## GIVEN RECORDS
=== Begin Enclosure ===

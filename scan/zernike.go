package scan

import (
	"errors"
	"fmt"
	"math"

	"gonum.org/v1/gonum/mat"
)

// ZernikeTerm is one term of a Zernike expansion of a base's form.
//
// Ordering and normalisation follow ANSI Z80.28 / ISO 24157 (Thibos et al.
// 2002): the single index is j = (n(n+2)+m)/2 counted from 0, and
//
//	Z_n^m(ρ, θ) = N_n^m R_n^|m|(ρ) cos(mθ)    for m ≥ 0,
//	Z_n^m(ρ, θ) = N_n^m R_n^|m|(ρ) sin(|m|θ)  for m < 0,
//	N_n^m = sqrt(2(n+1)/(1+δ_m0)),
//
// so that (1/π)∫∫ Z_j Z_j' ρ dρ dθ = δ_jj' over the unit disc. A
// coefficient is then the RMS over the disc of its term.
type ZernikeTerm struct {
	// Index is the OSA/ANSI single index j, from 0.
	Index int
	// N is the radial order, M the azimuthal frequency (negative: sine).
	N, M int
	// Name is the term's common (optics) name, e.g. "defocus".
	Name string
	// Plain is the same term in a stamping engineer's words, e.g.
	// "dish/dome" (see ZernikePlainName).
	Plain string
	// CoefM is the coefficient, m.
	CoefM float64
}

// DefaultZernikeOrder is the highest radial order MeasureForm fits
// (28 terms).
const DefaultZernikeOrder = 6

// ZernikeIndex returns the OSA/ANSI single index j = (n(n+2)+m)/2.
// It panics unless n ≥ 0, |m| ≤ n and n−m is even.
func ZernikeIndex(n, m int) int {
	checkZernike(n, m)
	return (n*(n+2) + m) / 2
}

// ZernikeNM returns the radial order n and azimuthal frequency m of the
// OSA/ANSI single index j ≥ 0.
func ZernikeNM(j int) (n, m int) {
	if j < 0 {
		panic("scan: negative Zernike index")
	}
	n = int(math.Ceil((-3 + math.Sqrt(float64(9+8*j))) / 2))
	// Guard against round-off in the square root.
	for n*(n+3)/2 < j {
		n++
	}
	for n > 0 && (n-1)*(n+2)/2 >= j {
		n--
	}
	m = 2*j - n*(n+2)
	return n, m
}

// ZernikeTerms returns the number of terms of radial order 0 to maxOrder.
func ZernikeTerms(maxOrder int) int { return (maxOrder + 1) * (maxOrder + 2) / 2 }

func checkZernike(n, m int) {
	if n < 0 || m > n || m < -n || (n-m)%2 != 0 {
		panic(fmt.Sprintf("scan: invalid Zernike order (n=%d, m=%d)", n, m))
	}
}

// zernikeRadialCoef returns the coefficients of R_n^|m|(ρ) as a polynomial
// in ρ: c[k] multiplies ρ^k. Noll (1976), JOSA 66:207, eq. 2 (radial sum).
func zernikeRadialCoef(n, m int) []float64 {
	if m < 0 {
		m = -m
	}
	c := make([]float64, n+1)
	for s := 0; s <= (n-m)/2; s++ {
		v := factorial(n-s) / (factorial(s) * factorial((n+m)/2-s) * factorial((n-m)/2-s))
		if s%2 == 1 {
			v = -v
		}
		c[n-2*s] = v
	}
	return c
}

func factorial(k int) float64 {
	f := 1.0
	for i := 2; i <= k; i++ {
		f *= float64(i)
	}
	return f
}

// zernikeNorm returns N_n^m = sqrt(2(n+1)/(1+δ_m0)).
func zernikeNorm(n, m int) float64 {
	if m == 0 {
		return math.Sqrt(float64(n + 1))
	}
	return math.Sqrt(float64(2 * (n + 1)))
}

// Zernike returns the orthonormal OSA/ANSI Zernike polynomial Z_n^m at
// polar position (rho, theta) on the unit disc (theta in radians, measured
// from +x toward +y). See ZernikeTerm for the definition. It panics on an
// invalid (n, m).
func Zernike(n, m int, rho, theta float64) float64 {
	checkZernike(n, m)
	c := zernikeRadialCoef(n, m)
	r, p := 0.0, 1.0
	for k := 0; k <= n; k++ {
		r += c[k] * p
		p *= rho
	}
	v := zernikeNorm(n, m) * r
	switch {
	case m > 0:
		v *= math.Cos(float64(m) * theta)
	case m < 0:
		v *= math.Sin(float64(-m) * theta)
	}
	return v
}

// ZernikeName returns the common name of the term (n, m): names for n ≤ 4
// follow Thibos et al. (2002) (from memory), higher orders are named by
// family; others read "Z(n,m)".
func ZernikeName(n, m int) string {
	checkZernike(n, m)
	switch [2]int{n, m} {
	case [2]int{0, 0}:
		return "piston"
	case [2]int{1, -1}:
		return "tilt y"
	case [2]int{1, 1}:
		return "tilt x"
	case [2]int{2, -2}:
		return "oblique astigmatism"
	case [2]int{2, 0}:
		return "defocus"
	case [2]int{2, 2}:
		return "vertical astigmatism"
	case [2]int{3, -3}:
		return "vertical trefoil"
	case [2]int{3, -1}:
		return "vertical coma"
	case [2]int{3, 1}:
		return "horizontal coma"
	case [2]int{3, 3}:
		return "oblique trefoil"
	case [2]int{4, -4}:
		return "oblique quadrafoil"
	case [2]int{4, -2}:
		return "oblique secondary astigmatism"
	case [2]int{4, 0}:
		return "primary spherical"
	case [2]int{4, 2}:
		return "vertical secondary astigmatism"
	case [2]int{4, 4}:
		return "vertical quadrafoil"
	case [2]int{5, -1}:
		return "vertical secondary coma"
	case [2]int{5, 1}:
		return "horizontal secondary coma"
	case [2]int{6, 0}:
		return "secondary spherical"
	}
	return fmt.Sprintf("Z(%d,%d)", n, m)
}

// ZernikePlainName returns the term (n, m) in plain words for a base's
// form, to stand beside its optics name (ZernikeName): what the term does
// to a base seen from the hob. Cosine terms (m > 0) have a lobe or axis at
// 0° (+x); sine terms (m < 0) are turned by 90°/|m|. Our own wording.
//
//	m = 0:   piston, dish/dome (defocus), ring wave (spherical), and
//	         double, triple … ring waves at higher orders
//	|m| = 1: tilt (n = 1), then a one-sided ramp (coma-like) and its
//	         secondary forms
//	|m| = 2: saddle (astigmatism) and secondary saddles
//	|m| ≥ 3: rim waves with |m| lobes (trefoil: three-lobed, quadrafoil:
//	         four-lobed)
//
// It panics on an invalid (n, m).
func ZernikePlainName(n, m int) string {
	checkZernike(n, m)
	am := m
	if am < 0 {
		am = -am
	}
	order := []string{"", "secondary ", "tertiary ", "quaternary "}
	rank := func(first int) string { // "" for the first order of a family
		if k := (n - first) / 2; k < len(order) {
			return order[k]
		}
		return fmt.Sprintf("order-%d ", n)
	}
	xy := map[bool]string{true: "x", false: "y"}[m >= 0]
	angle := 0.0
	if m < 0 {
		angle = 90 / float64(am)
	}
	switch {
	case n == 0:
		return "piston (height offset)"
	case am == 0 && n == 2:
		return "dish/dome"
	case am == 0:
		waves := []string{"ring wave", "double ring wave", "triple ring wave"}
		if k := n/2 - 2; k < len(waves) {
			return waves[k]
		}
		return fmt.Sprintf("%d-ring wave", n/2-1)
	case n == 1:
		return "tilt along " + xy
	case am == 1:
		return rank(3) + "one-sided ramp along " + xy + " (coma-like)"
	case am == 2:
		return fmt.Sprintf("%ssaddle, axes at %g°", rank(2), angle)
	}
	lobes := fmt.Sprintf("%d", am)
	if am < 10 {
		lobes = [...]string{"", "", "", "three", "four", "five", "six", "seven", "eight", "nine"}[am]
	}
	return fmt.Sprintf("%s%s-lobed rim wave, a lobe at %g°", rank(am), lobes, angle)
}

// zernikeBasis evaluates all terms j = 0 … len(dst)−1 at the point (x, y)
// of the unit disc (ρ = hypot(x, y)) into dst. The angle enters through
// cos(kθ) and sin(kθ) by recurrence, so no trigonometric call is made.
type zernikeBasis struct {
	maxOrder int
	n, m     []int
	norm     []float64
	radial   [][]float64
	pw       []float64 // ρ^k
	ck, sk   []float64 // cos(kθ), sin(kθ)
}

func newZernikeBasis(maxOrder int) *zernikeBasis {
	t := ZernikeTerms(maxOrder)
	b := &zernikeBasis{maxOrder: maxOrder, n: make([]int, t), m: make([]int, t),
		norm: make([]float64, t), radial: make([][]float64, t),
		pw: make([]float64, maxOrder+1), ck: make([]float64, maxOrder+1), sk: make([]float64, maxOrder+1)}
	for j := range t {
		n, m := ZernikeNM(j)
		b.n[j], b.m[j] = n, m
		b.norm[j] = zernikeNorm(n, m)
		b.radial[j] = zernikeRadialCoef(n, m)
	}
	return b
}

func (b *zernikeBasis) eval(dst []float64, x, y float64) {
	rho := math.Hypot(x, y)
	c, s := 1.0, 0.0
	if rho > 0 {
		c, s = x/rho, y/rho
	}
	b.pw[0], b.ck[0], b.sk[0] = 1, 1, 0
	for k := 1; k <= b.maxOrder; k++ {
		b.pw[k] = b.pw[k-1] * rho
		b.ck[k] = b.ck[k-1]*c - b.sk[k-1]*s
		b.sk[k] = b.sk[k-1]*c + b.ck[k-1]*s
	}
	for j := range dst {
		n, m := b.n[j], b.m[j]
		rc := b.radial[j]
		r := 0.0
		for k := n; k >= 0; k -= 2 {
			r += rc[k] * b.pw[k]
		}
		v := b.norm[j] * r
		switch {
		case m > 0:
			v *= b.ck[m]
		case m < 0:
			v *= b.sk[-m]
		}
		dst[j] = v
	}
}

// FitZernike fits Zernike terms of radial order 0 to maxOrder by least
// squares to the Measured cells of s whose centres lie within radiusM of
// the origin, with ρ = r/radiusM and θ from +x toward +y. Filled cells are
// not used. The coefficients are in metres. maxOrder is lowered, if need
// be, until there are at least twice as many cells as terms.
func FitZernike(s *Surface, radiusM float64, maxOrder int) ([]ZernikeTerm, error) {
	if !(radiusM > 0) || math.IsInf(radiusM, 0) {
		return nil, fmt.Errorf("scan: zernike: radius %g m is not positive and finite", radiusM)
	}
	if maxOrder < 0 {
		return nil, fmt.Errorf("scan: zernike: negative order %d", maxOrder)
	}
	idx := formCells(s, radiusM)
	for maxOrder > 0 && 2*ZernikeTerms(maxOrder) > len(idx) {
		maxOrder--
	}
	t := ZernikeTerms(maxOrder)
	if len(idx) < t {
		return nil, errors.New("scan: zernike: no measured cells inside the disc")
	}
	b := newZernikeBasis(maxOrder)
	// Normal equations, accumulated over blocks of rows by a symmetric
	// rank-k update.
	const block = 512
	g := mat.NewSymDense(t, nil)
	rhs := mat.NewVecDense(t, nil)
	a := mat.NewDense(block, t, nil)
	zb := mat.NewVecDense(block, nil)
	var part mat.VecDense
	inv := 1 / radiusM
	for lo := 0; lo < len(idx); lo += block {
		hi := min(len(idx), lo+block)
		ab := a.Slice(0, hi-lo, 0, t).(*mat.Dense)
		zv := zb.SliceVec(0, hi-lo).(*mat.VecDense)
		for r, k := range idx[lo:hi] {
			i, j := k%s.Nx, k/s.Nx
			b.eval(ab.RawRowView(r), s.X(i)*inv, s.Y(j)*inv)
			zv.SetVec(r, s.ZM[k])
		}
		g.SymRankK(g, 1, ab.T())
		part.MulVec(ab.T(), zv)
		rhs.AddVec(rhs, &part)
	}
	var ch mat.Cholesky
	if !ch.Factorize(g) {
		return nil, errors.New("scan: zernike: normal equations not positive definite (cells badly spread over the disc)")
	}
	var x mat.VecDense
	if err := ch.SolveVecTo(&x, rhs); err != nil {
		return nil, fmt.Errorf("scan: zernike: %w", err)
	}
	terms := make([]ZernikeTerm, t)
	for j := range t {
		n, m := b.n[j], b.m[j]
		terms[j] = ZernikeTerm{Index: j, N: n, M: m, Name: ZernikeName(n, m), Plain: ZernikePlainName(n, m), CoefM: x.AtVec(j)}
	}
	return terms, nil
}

=== End Enclosure ===

In the entries above, find each line with the word "math" and copy it.

## RESULT OF THIS EXERCISE
	"math"
	n = int(math.Ceil((-3 + math.Sqrt(float64(9+8*j))) / 2))
		return math.Sqrt(float64(n + 1))
	return math.Sqrt(float64(2 * (n + 1)))
		v *= math.Cos(float64(m) * theta)
		v *= math.Sin(float64(-m) * theta)
	rho := math.Hypot(x, y)
	if !(radiusM > 0) || math.IsInf(radiusM, 0) {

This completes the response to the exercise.